Hey Angie, I am having a bucking strap custom made, if I like it and it works right, I will give you the info.

My cart came with shaft covers. I love them, they go the whole length of the shaft.

I scratched the back of my cart putting it away last time, I was bummed, took it in too close to the tractor.. I need to do touch up in some spots. especially where I was adjusting the shafts.

I like your tape ideas. I got one of those plastic saw horses and it has sort of a v notch across the top. The tug stops fit right in the groove like it was made to be there and it holds the shafts nicely.. I am going to try the pool noodle idea, maybe I can bumper the tractor so I won't ding my cart putting it away again. I know it will get scratches using it, but it sure drives me crazy, like spilling a milkshake inside a new car I guess.

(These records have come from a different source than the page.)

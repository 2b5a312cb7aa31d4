"""Weighted trends of one parameter against the operating level, with honest 95 % bands.

This module owns the statistics behind the operating map: polynomial trends (constant, linear,
quadratic) weighted by each test's own uncertainty plus the extra scatter between tests, the choice
of the simplest adequate shape, the significance of the variation and the band. It knows nothing of
the store or of campaigns; :mod:`mapper.analysis.opmap` feeds it one parameter at a time.
"""

from __future__ import annotations

import math
from dataclasses import dataclass

import numpy as np
from scipy import stats
from scipy.optimize import brentq

from mapper.constants import Z95
from mapper.errors import DataError

TREND_SHAPES = ("constant", "linear", "quadratic")
LABELS = {"gain": "gain", "time_constant": "time constant", "dead_time": "dead time",
          "gain_over_time_constant": "gain / time constant"}
AICC_SUPPORT = 2.0  # shapes within this AICc of the best count as equally supported


def cluster_levels(x, tolerance: float | None = None) -> np.ndarray:
    """Label tests whose levels lie within ``tolerance`` of their neighbour as one operating point.

    The default tolerance is the larger of 2 % of the tested span and 0.5 % of the largest level
    magnitude (levels taken from data are never exactly equal). Returns integer labels in order of level.
    """
    x = np.asarray(x, dtype=float)
    order = np.argsort(x)
    span = float(np.ptp(x)) if x.size else 0.0
    scale = float(np.max(np.abs(x))) if x.size else 0.0
    tol = max(0.02 * span, 0.005 * scale) if tolerance is None else float(tolerance)
    labels = np.empty(x.size, dtype=int)
    current, previous = 0, None
    for i in order:
        if previous is not None and x[i] - previous > tol:
            current += 1
        labels[i] = current
        previous = x[i]
    return labels


@dataclass(frozen=True)
class Trend:
    """Weighted polynomial trend of one parameter against the operating level.

    Attributes
    ----------
    parameter, shape : str
    coefficients : tuple of float
        Polynomial in ``z = (level - centre) / scale``, lowest power first.
    covariance : tuple of tuple of float
        Covariance of the coefficients (extra scatter included).
    extra_scatter : float
        Standard deviation of scatter between tests beyond their own intervals.
    quantile : float
        Multiplier giving the 95 % band from the standard error (Student t when scatter is estimated).
    p_value : float or None
        Test of the non-constant terms (None for a constant).
    significant : bool
        Whether the parameter moves over the tested range beyond its uncertainty.
    aicc : dict
        AICc of every shape tried.
    constant, constant_half_width : float
        The constant (weighted mean) fit and its 95 % half-width, used where the variation is not
        significant.
    alternatives : tuple
        ``(akaike_weight, coefficients, covariance, quantile)`` of every shape tried, for the band.
    """

    parameter: str
    shape: str
    coefficients: tuple
    covariance: tuple
    centre: float
    scale: float
    extra_scatter: float
    quantile: float
    level_min: float
    level_max: float
    n_tests: int
    n_levels: int
    p_value: float | None
    significant: bool
    aicc: dict
    constant: float
    constant_half_width: float
    flags: tuple = ()
    alternatives: tuple = ()

    def evaluate(self, level, *, significant_only: bool = False):
        """Trend value and 95 % band at ``level`` (scalar or array), as ``(value, lo, hi)``."""
        x = np.atleast_1d(np.asarray(level, dtype=float))
        if significant_only and not self.significant:
            value = np.full(x.shape, self.constant)
            half = np.full(x.shape, self.constant_half_width)
        else:
            z = (x - self.centre) / self.scale
            value = self._shape_value(z, self.coefficients, self.covariance)[0]
            half = np.zeros_like(value)
            # Shape uncertainty: Akaike-weighted sum over the shapes tried of each shape's 95 %
            # half-width combined with its distance from the chosen trend (after Burnham & Anderson's
            # unconditional standard error, 2002).
            for weight, coefficients, covariance, quantile in self.alternatives:
                other, se = self._shape_value(z, coefficients, covariance)
                half += weight * np.sqrt((quantile * se) ** 2 + (other - value) ** 2)
        if "band_unknown" in self.flags:
            half = np.full(x.shape, np.nan)
        if np.ndim(level) == 0:
            return float(value[0]), float(value[0] - half[0]), float(value[0] + half[0])
        return value, value - half, value + half

    @staticmethod
    def _shape_value(z, coefficients, covariance):
        design = np.vander(z, len(coefficients), increasing=True)
        value = design @ np.asarray(coefficients)
        se = np.sqrt(np.einsum("ij,jk,ik->i", design, np.asarray(covariance), design).clip(min=0))
        return value, se

    def variation(self, points: int = 201) -> dict:
        """Min, max and ratio (max/min of magnitudes) of the trend over the tested range."""
        grid = np.linspace(self.level_min, self.level_max, points)
        values = self.evaluate(grid)[0] if self.level_max > self.level_min else np.array([self.constant])
        low, high = float(np.min(values)), float(np.max(values))
        if low > 0 or high < 0:
            magnitudes = np.abs(values)
            ratio = float(magnitudes.max() / magnitudes.min())
        else:
            ratio = math.nan
        return {"min": low, "max": high, "ratio": ratio,
                "at_low_end": float(values[0]), "at_high_end": float(values[-1])}


def _fit_shape(z, y, sigma, degree):
    """Weighted fit with Paule-Mandel extra scatter; returns dict with beta, cov, s2, aicc, dof."""
    n = y.size
    design = np.vander(z, degree + 1, increasing=True)
    dof = n - (degree + 1)

    def solve(s2):
        weight = 1.0 / (sigma ** 2 + s2)
        a = design.T @ (design * weight[:, None])
        cov = np.linalg.pinv(a)
        beta = cov @ (design.T @ (weight * y))
        resid = y - design @ beta
        return beta, cov, float(np.sum(weight * resid ** 2)), resid

    s2 = 0.0
    beta, cov, chi2, resid = solve(0.0)
    if dof > 0 and chi2 > dof:
        upper = max(float(np.var(y)), 1e-300)
        while solve(upper)[2] > dof and upper < 1e300:
            upper *= 4.0
        s2 = brentq(lambda v: solve(v)[2] - dof, 0.0, upper, xtol=1e-14 * upper + 1e-300)
        beta, cov, chi2, resid = solve(s2)
    variance = sigma ** 2 + s2
    loglik = -0.5 * float(np.sum(np.log(2 * np.pi * variance) + resid ** 2 / variance))
    k = degree + 1 + (1 if s2 > 0 else 0)  # coefficients, plus the extra scatter when it is used
    aicc = -2 * loglik + 2 * k + (2 * k * (k + 1) / (n - k - 1) if n - k - 1 > 0 else math.inf)
    return {"beta": beta, "cov": cov, "s2": s2, "aicc": aicc, "dof": dof, "degree": degree}


def fit_trend(x, y, sigma, parameter: str) -> Trend:
    """Choose and fit the simplest adequate trend of one parameter.

    Parameters
    ----------
    x, y, sigma : array_like
        Operating levels, parameter values and their standard deviations (NaN when unknown).
    parameter : str

    Returns
    -------
    Trend

    Notes
    -----
    Each test is weighted by ``1 / (sigma_i^2 + s^2)``, where ``s^2`` is the extra scatter between
    tests beyond their own intervals, estimated by the Paule-Mandel method (Paule & Mandel, 1982:
    the reduced chi-square of the weighted fit is 1; ``s^2 = 0`` when the scatter is already inside
    the intervals). Constant, linear and quadratic shapes are compared by AICc (Hurvich & Tsai,
    1989) on that Gaussian likelihood; the simplest shape within 2 of the best AICc is chosen
    (Burnham & Anderson, 2002); the extra-scatter variance counts as a parameter when it is used
    (``s^2 > 0``). A shape needs more distinct levels than coefficients and enough tests for AICc to
    be finite. The variation is significant when a Wald test (F with the residual
    degrees of freedom when ``s^2`` is estimated, chi-square otherwise) rejects "all non-constant
    coefficients are zero" at the 5 % level. The band is the 95 % confidence band of the trend.
    """
    x = np.asarray(x, dtype=float)
    y = np.asarray(y, dtype=float)
    sigma = np.asarray(sigma, dtype=float)
    keep = np.isfinite(x) & np.isfinite(y)
    x, y, sigma = x[keep], y[keep], sigma[keep]
    if y.size == 0:
        raise DataError(f"no test has a usable {LABELS.get(parameter, parameter)}")
    flags = []
    good_sigma = np.isfinite(sigma) & (sigma > 0)
    if not good_sigma.all():
        if good_sigma.any():
            sigma = np.where(good_sigma, sigma, np.median(sigma[good_sigma]))
            flags.append("some_intervals_missing")
        else:
            sigma = np.zeros_like(y)
            flags.append("no_intervals")
    floor = 1e-9 * max(float(np.max(np.abs(y))), 1e-300)
    sigma = np.maximum(sigma, floor)

    centre = float(np.mean([x.min(), x.max()]))
    scale = float(x.max() - x.min()) / 2.0 or 1.0
    z = (x - centre) / scale
    n_levels = int(cluster_levels(x).max() + 1)
    fits = []
    for degree in range(3):
        if degree >= n_levels or (degree > 0 and y.size - degree - 1 < 1):
            break
        fits.append(_fit_shape(z, y, sigma, degree))

    def quantile(fit):
        return float(stats.t.ppf(0.975, fit["dof"])) if fit["s2"] > 0 and fit["dof"] > 0 else Z95

    best = min(f["aicc"] for f in fits)
    chosen = fits[0]
    if math.isfinite(best):
        chosen = next(f for f in fits if f["aicc"] <= best + AICC_SUPPORT)
    constant = fits[0]

    finite = [f for f in fits if math.isfinite(f["aicc"])] or [chosen]
    relative = np.array([math.exp(-0.5 * (f["aicc"] - best)) if math.isfinite(best) else 1.0 for f in finite])
    alternatives = tuple(
        (float(w), tuple(float(v) for v in f["beta"]), tuple(tuple(float(v) for v in row) for row in f["cov"]),
         quantile(f))
        for w, f in zip(relative / relative.sum(), finite))

    p_value = None
    if chosen["degree"] > 0:
        b = chosen["beta"][1:]
        c = chosen["cov"][1:, 1:]
        wald = float(b @ np.linalg.pinv(c) @ b)
        q = b.size
        if chosen["s2"] > 0 and chosen["dof"] > 0:
            p_value = float(stats.f.sf(wald / q, q, chosen["dof"]))
        else:
            p_value = float(stats.chi2.sf(wald, q))
    if "no_intervals" in flags and chosen["dof"] <= 0:
        flags.append("band_unknown")  # no interval and no repeat scatter to judge the uncertainty by
    return Trend(
        parameter=parameter, shape=TREND_SHAPES[chosen["degree"]],
        coefficients=tuple(float(v) for v in chosen["beta"]),
        covariance=tuple(tuple(float(v) for v in row) for row in chosen["cov"]),
        centre=centre, scale=scale, extra_scatter=math.sqrt(chosen["s2"]), quantile=quantile(chosen),
        level_min=float(x.min()), level_max=float(x.max()), n_tests=int(y.size), n_levels=n_levels,
        p_value=p_value, significant=bool(p_value is not None and p_value < 0.05),
        aicc={TREND_SHAPES[f["degree"]]: float(f["aicc"]) for f in fits},
        constant=float(constant["beta"][0]),
        constant_half_width=float(math.sqrt(max(constant["cov"][0, 0], 0.0))) * quantile(constant),
        flags=tuple(flags), alternatives=alternatives,
    )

keep posting along the way on your new adventure... I am taking notes



You can't learn too much. Adair


----------



## drivin*me*buggy (Jul 28, 2011)

LOL I have those shaft covers too....guess they'd protect more than socks, I will get them out to use LOL...but in my defense, I use them too for taking my carts outside and when I set the shafts down, especially my Pequea with the stainless shaft tips.


----------



## hobbyhorse23 (Jul 29, 2011)

I can see it's time to post my Amazing Patented Shaft Tip Travel Cover idea.





Leia


----------



## shorthorsemom (Jul 30, 2011)

hobbyhorse23 said:


> I can see it's time to post my Amazing Patented Shaft Tip Travel Cover idea.
> 
> 
> 
> ...


okay, lets see...


----------



## shorthorsemom (Jul 30, 2011)

Hey Angie, still loving the new cart?





I am sidelined here for right now... drives me crazy... Weather is awful brutal hot and I am still dealing with hoof issues from that horrible trim from my ex farrier. sigh. I wanna get out and drive, maybe tomorrow we will try a slow drive. My new farrier says we can try and see how he will do..


----------



## drivin*me*buggy (Jul 30, 2011)

Yup, still loving the cart We had a nice drive today. Here are some pix with the adjustments.
















Adair, I hope you get to drive soon!

Angie


----------



## hobbyhorse23 (Jul 31, 2011)

Oh, VERY nice!









She looks totally CDE-ready right down to the ear net! Love it!

Leia


----------



## bannerminis (Jul 31, 2011)

Looks really good and love your mare


----------



## shorthorsemom (Jul 31, 2011)

awesome Angie! Thanks for including photos, since Leia loves your setup, now I will try to adjust mine, take photos and see if I can match your balance, I agree, you look terrific and so does Wish. Can you tell me the distance out you are from swivel tree to hock? I have my shafts too long on my setup, your distance in those looks great. I am going to wait until I get my longer bucking strap to move my boy closer though, tips on how you got that bucking strap to lay right in line would be appreciated. It doesn't look to be slipping on the shafts at all in your photos. I am going to try to get out today for a short drive if I can find the time. I wrapped his feet yesterday because the crud was packing in the white line and making it worse, I could really use some little boots. Bad trim equaled my boy walking on the outside of his foot equaled the white lines separating on both front feet on the outside. Fly stomping and crud packing in has made the problem worse, amazing how a bad trim can snowball into an ongoing problem much longer... While Ike is not doing much it is time to get out there and start line driving my boy Chips again.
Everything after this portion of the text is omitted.